Luckily, premiums for variable life insurance are generally fixed. The death benefit of a variable life insurance policy is usually fixed as well, even if your investments perform poorly.
A similar type of life insurance, variable universal life insurance, combines features of universal life and variable life insurance. These policies offer cash value investment options with adjustable premiums and death benefits.
Burial Life Insurance
Burial life insurance is permanent life insurance that helps your loved ones or dependents cover your funeral costs after passing away. Also called final expense or funeral life insurance, this coverage has a smaller death benefit than many other types of life insurance.

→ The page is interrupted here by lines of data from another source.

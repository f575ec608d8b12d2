using PathFinder.Algebra;

namespace PathFinder.Routes;

/// <summary>Depth-first enumeration of the circuits {t} ∪ S of the class vector matroid, with |S| bounded, each set once.</summary>
/// <remarks>
/// <para>The set T = {t} ∪ S grows from {t}. A species held by exactly one member of T must be cancelled by a further
/// member, so the search branches over the classes holding the species with the fewest available classes; when no
/// species is unmatched but t is not yet in span(S), it branches over classes sharing a species with T (a circuit is
/// connected). Branch i includes candidate i and excludes candidates 0..i−1 in its subtree, so every set is reached at
/// most once. A class making S dependent is pruned (a circuit has no dependent proper subset); once t ∈ span(S) the
/// set is reported iff every factor is nonzero, and never grown further.</para>
/// <para>Linear algebra is an incremental echelon form modulo p = 2^61 − 1 over the local species of T. "Independent"
/// and "nonzero" modulo p imply the same over ℚ; the converse holds whenever every minor is below p in absolute value,
/// which the caller certifies with the Hadamard bound (product of the integer row norms).</para>
/// </remarks>
internal sealed class CircuitEngine
{
    /// <summary>Called with the classes of S (in order of addition) and the relation over T (index 0 = t); returns false to stop.</summary>
    public delegate bool CircuitFound(ReadOnlySpan<int> classes, ReadOnlySpan<ulong> relation);

    private readonly RouteNetwork _network;
    private readonly SearchBudget _budget;
    private readonly bool[] _inSet;
    private readonly int[] _excluded;
    private readonly int[] _stamp;
    private readonly int[] _speciesCount;
    private readonly int[] _localColumn;
    private readonly List<int> _speciesList = [];
    private readonly List<ulong[]> _rows = [];
    private readonly List<ulong[]> _combinations = [];
    private readonly List<List<int>> _candidateBuffers = [];
    private readonly List<int> _unmatched = [];

    // Per-member storage grows with the depth the search actually reaches (at most rank + 1 members) and the species
    // it actually meets, never with the step bound: a bound of 10,000 on a small network costs what a bound of 10 does.
    private int[] _members = new int[8];
    private int[] _newSpeciesOfMember = new int[8];
    private int[] _pivot = new int[8];
    private int[] _rowExtent = new int[8];
    private ulong[] _work = new ulong[16];
    private ulong[] _workCombination = new ulong[8];
    private int _stampValue;
    private int _memberCount;
    private int _minClass;
    private int _maxSteps;
    private int _minSteps;
    private CircuitFound _onFound = (_, _) => true;
    private int[] _targetSpecies = [];

    public CircuitEngine(RouteNetwork network, SearchBudget budget)
    {
        _network = network;
        _budget = budget;
        int classes = network.ClassCount;
        _inSet = new bool[classes];
        _excluded = new int[classes];
        _stamp = new int[classes];
        _speciesCount = new int[network.SpeciesIds.Length];
        _localColumn = new int[network.SpeciesIds.Length];
    }

    /// <summary>True when the last <see cref="Run"/> stopped a branch that could still grow at the step bound (longer circuits may exist).</summary>
    public bool CutByStepBound { get; private set; }

    /// <summary>Enumerates circuits {t} ∪ S with S among classes ≥ <paramref name="minClass"/> and |S| ≤ <paramref name="maxSteps"/>.</summary>
    /// <param name="targetSpecies">Internal species indices of the target, ascending.</param>
    /// <param name="targetValues">Target coefficients modulo p, nonzero.</param>
    /// <param name="minClass">Smallest class number allowed in S.</param>
    /// <param name="maxSteps">Largest |S|.</param>
    /// <param name="minSteps">Report only circuits with |S| ≥ this (one round of iterative deepening; 1 reports all).</param>
    /// <param name="onFound">Receives each circuit.</param>
    /// <remarks>The walk, and so the number of budget steps it takes, depends on <paramref name="maxSteps"/> only, not on
    /// <paramref name="minSteps"/>.</remarks>
    public void Run(int[] targetSpecies, ulong[] targetValues, int minClass, int maxSteps, int minSteps, CircuitFound onFound)
    {
        _minClass = minClass;
        _maxSteps = maxSteps;
        _minSteps = minSteps;
        CutByStepBound = false;
        _onFound = onFound;
        _targetSpecies = targetSpecies;
        _memberCount = 0;
        AddMember(-1, targetSpecies, targetValues, out _);
        Node(0);
        RemoveMember();
    }

    private bool Available(int c) => c >= _minClass && !_inSet[c] && _excluded[c] == 0;

    private void Node(int depth)
    {
        if (_budget.ShouldStop())
        {
            return;
        }

        if (depth == _candidateBuffers.Count)
        {
            _candidateBuffers.Add([]);
        }

        List<int> candidates = _candidateBuffers[depth];
        candidates.Clear();
        if (!CollectCandidates(candidates))
        {
            return;
        }

        if (depth == _maxSteps)
        {
            CutByStepBound = true;
            return;
        }

        bool lastStep = depth + 1 == _maxSteps;
        int processed = 0;
        foreach (int c in candidates)
        {
            if (_budget.Stopped)
            {
                break;
            }

            NetworkClass cls = _network.Classes[c];
            if (lastStep && IntroducesSpecies(cls, c))
            {
                // Adding c brings a species no other member can cancel within the bound: needs more steps.
                CutByStepBound = true;
            }
            else
            {
                _inSet[c] = true;
                bool independent = AddMember(c, cls.Species, cls.Modular, out bool targetInvolved);
                if (independent)
                {
                    Node(depth + 1);
                }
                else if (targetInvolved && depth + 1 >= _minSteps && AllNonzero())
                {
                    if (!_onFound(_members.AsSpan(1, _memberCount - 1), _workCombination.AsSpan(0, _memberCount)))
                    {
                        _budget.Stop(SearchCut.StoppedEarly);
                    }
                }

                RemoveMember();
                _inSet[c] = false;
            }

            _excluded[c]++;
            processed++;
        }

        for (int k = 0; k < processed; k++)
        {
            _excluded[candidates[k]]--;
        }
    }

    // True if the class brings a species not yet in T that some other available class could cancel (a cut by the
    // bound); false if it brings none, or brings one nothing can cancel (a dead branch, not a cut).
    private bool IntroducesSpecies(NetworkClass cls, int self)
    {
        bool any = false;
        foreach (int s in cls.Species)
        {
            if (_speciesCount[s] > 0)
            {
                continue;
            }

            any = true;
            bool cancellable = false;
            foreach (int c in _network.ClassesOfSpecies[s])
            {
                if (c != self && Available(c))
                {
                    cancellable = true;
                    break;
                }
            }

            if (!cancellable)
            {
                return false;
            }
        }

        return any;
    }

    // Fills the branching candidates; returns false for a dead end (an unmatched species with no available class).
    private bool CollectCandidates(List<int> candidates)
    {
        _unmatched.Clear();
        foreach (int s in _speciesList)
        {
            if (_speciesCount[s] == 1)
            {
                _unmatched.Add(s);
            }
        }

        if (_unmatched.Count == 0)
        {
            _stampValue++;
            foreach (int s in _speciesList)
            {
                foreach (int c in _network.ClassesOfSpecies[s])
                {
                    if (_stamp[c] != _stampValue && Available(c))
                    {
                        _stamp[c] = _stampValue;
                        candidates.Add(c);
                    }
                }
            }

            candidates.Sort();
            return candidates.Count > 0;
        }

        int best = -1, bestCount = int.MaxValue;
        foreach (int s in _unmatched)
        {
            int n = 0;
            foreach (int c in _network.ClassesOfSpecies[s])
            {
                if (Available(c) && ++n >= bestCount)
                {
                    break;
                }
            }

            if (n == 0)
            {
                return false;
            }

            if (n < bestCount)
            {
                bestCount = n;
                best = s;
            }
        }

        foreach (int c in _network.ClassesOfSpecies[best])
        {
            if (Available(c))
            {
                candidates.Add(c);
            }
        }

        return true;
    }

    private bool AllNonzero()
    {
        for (int k = 1; k < _memberCount; k++)
        {
            if (_workCombination[k] == 0)
            {
                return false;
            }
        }

        return true;
    }

    // Adds a member to T and reduces it against the echelon rows. Returns true if independent (a new row was stored);
    // otherwise leaves the relation over T in _workCombination and sets targetInvolved when its t-factor is nonzero.
    private bool AddMember(int classNumber, int[] species, ulong[] values, out bool targetInvolved)
    {
        int index = _memberCount++;
        EnsureMemberCapacity(index + 1);
        _members[index] = classNumber;
        int newSpecies = 0;
        foreach (int s in species)
        {
            if (_speciesCount[s]++ == 0)
            {
                _localColumn[s] = _speciesList.Count;
                _speciesList.Add(s);
                newSpecies++;
            }
        }

        _newSpeciesOfMember[index] = newSpecies;
        int cols = _speciesList.Count;
        if (_work.Length < cols)
        {
            _work = new ulong[Math.Max(cols, 2 * _work.Length)];
        }

        ulong[] w = _work;
        Array.Clear(w, 0, cols);
        for (int k = 0; k < species.Length; k++)
        {
            w[_localColumn[species[k]]] = values[k];
        }

        ulong[] comb = _workCombination;
        Array.Clear(comb, 0, index + 1);
        comb[index] = 1;
        int rows = index; // T before this member is independent: one row per earlier member.
        for (int r = 0; r < rows; r++)
        {
            ulong f = w[_pivot[r]];
            if (f == 0)
            {
                continue;
            }

            ulong g = Mersenne61.Negate(f);
            ulong[] row = _rows[r];
            int extent = _rowExtent[r];
            for (int k = 0; k < extent; k++)
            {
                if (row[k] != 0)
                {
                    w[k] = Mersenne61.Add(w[k], Mersenne61.Multiply(g, row[k]));
                }
            }

            ulong[] rc = _combinations[r];
            for (int k = 0; k <= r; k++)
            {
                if (rc[k] != 0)
                {
                    comb[k] = Mersenne61.Add(comb[k], Mersenne61.Multiply(g, rc[k]));
                }
            }
        }

        int pivot = -1;
        for (int k = 0; k < cols; k++)
        {
            if (w[k] != 0)
            {
                pivot = k;
                break;
            }
        }

        if (pivot < 0)
        {
            targetInvolved = comb[0] != 0;
            return false;
        }

        ulong inverse = Mersenne61.Inverse(w[pivot]);
        if (index == _rows.Count)
        {
            _rows.Add(new ulong[Math.Max(cols, 16)]);
            _combinations.Add(new ulong[index + 1]);
        }
        else if (_rows[index].Length < cols)
        {
            _rows[index] = new ulong[Math.Max(cols, 2 * _rows[index].Length)];
        }

        ulong[] newRow = _rows[index];
        for (int k = 0; k < cols; k++)
        {
            newRow[k] = Mersenne61.Multiply(w[k], inverse);
        }

        ulong[] newComb = _combinations[index];
        for (int k = 0; k <= index; k++)
        {
            newComb[k] = Mersenne61.Multiply(comb[k], inverse);
        }

        _pivot[index] = pivot;
        _rowExtent[index] = cols;
        targetInvolved = false;
        return true;
    }

    private void EnsureMemberCapacity(int count)
    {
        if (_members.Length >= count)
        {
            return;
        }

        int size = Math.Max(count, 2 * _members.Length);
        Array.Resize(ref _members, size);
        Array.Resize(ref _newSpeciesOfMember, size);
        Array.Resize(ref _pivot, size);
        Array.Resize(ref _rowExtent, size);
        Array.Resize(ref _workCombination, size);
    }

    // Rows are a stack indexed by member position, so only the species bookkeeping needs undoing.
    private void RemoveMember()
    {
        int index = --_memberCount;
        int classNumber = _members[index];
        NetworkClass? cls = classNumber >= 0 ? _network.Classes[classNumber] : null;
        int[] species = cls?.Species ?? _targetSpecies;
        foreach (int s in species)
        {
            _speciesCount[s]--;
        }

        _speciesList.RemoveRange(_speciesList.Count - _newSpeciesOfMember[index], _newSpeciesOfMember[index]);
    }
}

For example, death benefit options might only range from $5,000 to $25,000. Smaller death benefit amounts of final expense coverage are intended only to cover your final expenses, like the cost of a casket, cremation or funeral services.
Burial life insurance is one of the most affordable types of permanent life insurance. However, the cost-to-benefit ratio may make a burial policy comparatively more expensive than other types of life insurance.
As a type of permanent life insurance, funeral life insurance usually has a small cash value component. Most policies don’t last long enough or have high enough face value to build enough cash for withdrawals.
The purpose of a burial life insurance policy isn’t to build long-term cash value, however. Final expense insurance is generally beneficial for seniors or others in poor health to help their loved ones cover funeral expenses.
Burial policies are often no-exam life insurance, meaning an insurance company won’t require medical underwriting to secure coverage. No-exam insurance makes getting life insurance easier for someone with failing health. However, burial life insurance companies typically restrict death benefit payouts depending on when the insured person passes away.
For example, if you pass away within the first three years of getting a burial insurance policy, your beneficiaries may receive a reduced death benefit.
Mortgage Life Insurance
Mortgage life insurance is a unique type of term life insurance that helps your loved ones cover your mortgage payments if you pass away. As a term life insurance product, mortgage life insurance policies don’t have a cash value component.
Unlike traditional term insurance policies, however, mortgage life insurance isn’t tied to your age or a set number of years. Instead, mortgage life insurance policies last as long as your mortgage is active. The term ends when you pay off the mortgage.
Additionally, the death benefit of a mortgage life insurance policy is the remaining balance of your mortgage. You can also choose to insure only a portion of your mortgage balance.
As you pay down your home loan balance, the death benefit of the policy goes down as well. For example, you take out a mortgage life insurance policy with a $200,000 death benefit, which is the balance of your mortgage. If you pay down $50,000 of your mortgage balance, your death benefit is now $150,000.
Unlike most types of life insurance, mortgage life insurance coverage doesn’t pay the death benefit to your loved ones. This type of policy pays the death benefit directly to the mortgage company.
Most people who choose mortgage life insurance policies do so to protect their loved ones from an expensive mortgage payment if they unexpectedly pass away. In addition, many mortgage life policies don’t require a medical exam.
For instance, suppose you are the sole earner of your family and are facing serious health issues. If you pass away, you know your spouse cannot cover the cost of the mortgage, but you don’t want them to have to sell the house. You might worry you won’t qualify for other types of life insurance due to your health problems.
A mortgage life insurance policy lets you get coverage to pay off the mortgage without worrying about being denied coverage due to your health.